# Suspend freezes when using ATI fglrx

## sparc

Hi all,

I have a HP Envy 14 i7 which comes with an ATI Radeon HD 5650 (evergreen) and no embedded intel card (btw is it true that the embeddded card is actually there but there is no multiplexer to switch?).My problem is that whenever I try to suspend, the laptop freezes without powering-off. This behaviour is identical if I execute the suspend procedure in multiple ways; through KDE, from console with pm-suspend or hibernate-ram, although I have never tried it through a tty. I believe that this is caused by a few kernel option(s), although I have tried all gentoo-sources from 2.6.34 and upwards (including .36) as well as zen-sources. It is important to mention that everything works perfectly with the open-source driver [EDIT: as fas as suspend is concerned, since evergreen GPUs are not yet sufficiently supported].

For reference I am using the following packages:

```

x11-drivers/ati-drivers-10.9-r1

x11-base/xorg-server-1.7.7-r1

media-libs/mesa-7.8.2

kde-4.5.2

```

Below is the pm-suspend log, which shows that the freeze comes before the execution of any hooks:

```

Initial commandline parameters: --quirk-dpms-suspend

--quirk-dpms-on

--quirk-vbestate-restore

--quirk-vbemode-restore

--quirk-vga-mode3

--quirk-vbe-post

Blacklisting 01grub.

Blacklisting 55NetworkManager.

Blacklisting 90clock.

Fri Oct 22 12:44:49 CEST 2010: Running hooks for suspend.

Running hook /usr/lib/pm-utils/sleep.d/00logging suspend suspend:

Linux AE14DCT 2.6.36-gentoo #1 SMP PREEMPT Thu Oct 21 13:49:29 CEST 2010 i686 Intel(R) Core(TM) i7 CPU Q 720 @ 1.60GHz GenuineIntel GNU/Linux

Module                  Size  Used by

bridge                 48107  0 

stp                      972  1 bridge

llc                     2395  2 bridge,stp

snd_seq_dummy            915  0 

snd_seq_oss            22078  0 

snd_seq_midi_event      3615  1 snd_seq_oss

snd_seq                35707  5 snd_seq_dummy,snd_seq_oss,snd_seq_midi_event

snd_seq_device          3847  3 snd_seq_dummy,snd_seq_oss,snd_seq

snd_pcm_oss            31636  0 

acpi_cpufreq            5398  0 

mperf                    803  1 acpi_cpufreq

snd_hda_codec_idt      37008  1 

snd_hda_intel          16934  4 

snd_hda_codec          44218  2 snd_hda_codec_idt,snd_hda_intel

fglrx                2168186  926 

snd_hwdep               3974  1 snd_hda_codec

snd_pcm                49075  4 snd_pcm_oss,snd_hda_intel,snd_hda_codec

wl                   1929280  0 

btusb                   7593  2 

snd_timer              12860  2 snd_seq,snd_pcm

snd_page_alloc          4787  2 snd_hda_intel,snd_pcm

hp_accel               12116  0 

iTCO_wdt                8031  0 

iTCO_vendor_support     1249  1 iTCO_wdt

lis3lv02d               5748  1 hp_accel

             total       used       free     shared    buffers     cached

Mem:       4072800    3627524     445276          0     207224    1880176

-/+ buffers/cache:    1540124    2532676

Swap:      2104476          0    2104476

/usr/lib/pm-utils/sleep.d/00logging suspend suspend: success.

Running hook /usr/lib/pm-utils/sleep.d/00powersave suspend suspend:

Blacklisting 01grub.

Blacklisting 55NetworkManager.

Blacklisting 90clock.

```

The point of the freeze is basically the reason why I can't pin-point what is wrong.

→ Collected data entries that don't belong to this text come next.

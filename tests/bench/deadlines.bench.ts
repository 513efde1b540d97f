import { spawn } from 'node:child_process'
import { mkdtempSync, rmSync } from 'node:fs'
import { loadavg, tmpdir } from 'node:os'
import path from 'node:path'
import { sql } from 'drizzle-orm'
import { openDatabase } from '@db/client'
import { DEADLINE_KINDS } from '@shared/schemas/deadlines'
import { summarizeVehicles } from '../../server/charges/index'
import { activeVehicles, yardDeadlines } from '../../server/deadlines/index'
import { seedBigYard } from './board-seed'
import { machine, writeResult, type BenchResult } from './results'

// The Deadlines page works out every clock of every vehicle on the board: it must cost no more than
// the board's own summaries of the same vehicles (the bill and the next date), which the board
// already pays for every minute. A ratio, so a busy machine slows both sides alike.
const GOALS = { activeCards: 2000, closedVehicles: 50_000, ratioToBoardSummaries: 1.25 }
const PORT = 3394
const RUNS = 5

async function median(work: () => Promise<unknown>): Promise<number> {
  await work()
  const times: number[] = []
  for (let i = 0; i < RUNS; i++) {
    const started = performance.now()
    await work()
    times.push(performance.now() - started)
  }
  return Math.round(times.sort((a, b) => a - b)[Math.floor(RUNS / 2)]! * 10) / 10
}

/** Loads the demo through the built server once, so the data directory holds what a yard would. */
async function demoDataDir(dataDir: string) {
  const child = spawn(process.execPath, ['dist/server/index.js'], {
    env: { ...process.env, HOST: '127.0.0.1', LOG_LEVEL: 'warn', PORT: String(PORT), HOLDFAST_DATA_DIR: dataDir, HOLDFAST_DEMO: '1' },
    stdio: ['ignore', 'ignore', 'inherit'],
  })
  try {
    for (let i = 0; i < 600; i++) {
      if (await fetch(`http://127.0.0.1:${PORT}/api/health`).then((r) => r.ok, () => false)) return
      await new Promise((r) => setTimeout(r, 100))
    }
    throw new Error('the server did not start')
  } finally {
    child.kill('SIGTERM')
    await new Promise((r) => child.once('exit', r))
  }
}

export async function run(): Promise<BenchResult> {
  const dataDir = mkdtempSync(path.join(tmpdir(), 'holdfast-deadlines-bench-'))
  const loadBefore = loadavg()[0]!
  try {
    await demoDataDir(dataDir)
    const counts = await seedBigYard(dataDir, { active: GOALS.activeCards, closed: GOALS.closedVehicles })
    const handle = await openDatabase({ kind: 'pglite', dataDir })
    try {
      const db = handle.db
      const [yard] = ((await db.execute(sql`select id, time_zone as "timeZone", rule_set_id as "ruleSetId" from yards limit 1`)) as unknown as { rows: { id: string; timeZone: string; ruleSetId: string | null }[] }).rows
      const rows = await activeVehicles(db, yard!.id)
      const list = await yardDeadlines(db, yard!, DEADLINE_KINDS)
      // Both sides read the vehicles from the database and work out every summary or clock.
      const boardSummariesMs = await median(async () => summarizeVehicles(db, yard!, await activeVehicles(db, yard!.id)))
      const deadlinesMs = await median(() => yardDeadlines(db, yard!, DEADLINE_KINDS))
      const ratio = Math.round((deadlinesMs / boardSummariesMs) * 100) / 100
      const result: BenchResult = {
        name: 'deadlines',
        goals: GOALS,
        met: rows.length >= GOALS.activeCards && ratio <= GOALS.ratioToBoardSummaries,
        vehicles: counts,
        activeVehicles: rows.length,
        entries: list.entries.length,
        byKind: Object.fromEntries(DEADLINE_KINDS.map((k) => [k, list.entries.filter((e) => e.kind === k).length])),
        medianMs: { deadlines: deadlinesMs, boardSummaries: boardSummariesMs },
        ratioToBoardSummaries: ratio,
        machine: machine(loadBefore),
      }
      writeResult(result)
      return result
    } finally {
      await handle.close()
    }
  } finally {
    rmSync(dataDir, { recursive: true, force: true })
  }
}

I have read that previous versions of the driver (8.xx) had trouble suspending when SLUB was used. This is not true anymore as I have tried the only alternative. The same applies to all similar workarounds for the same problem with other versions of the driver that I found.

I have searched extensively but haven't been able to find a recent post matching my system. I really hope that support for evergreen cards will come quickly to the open-source driver...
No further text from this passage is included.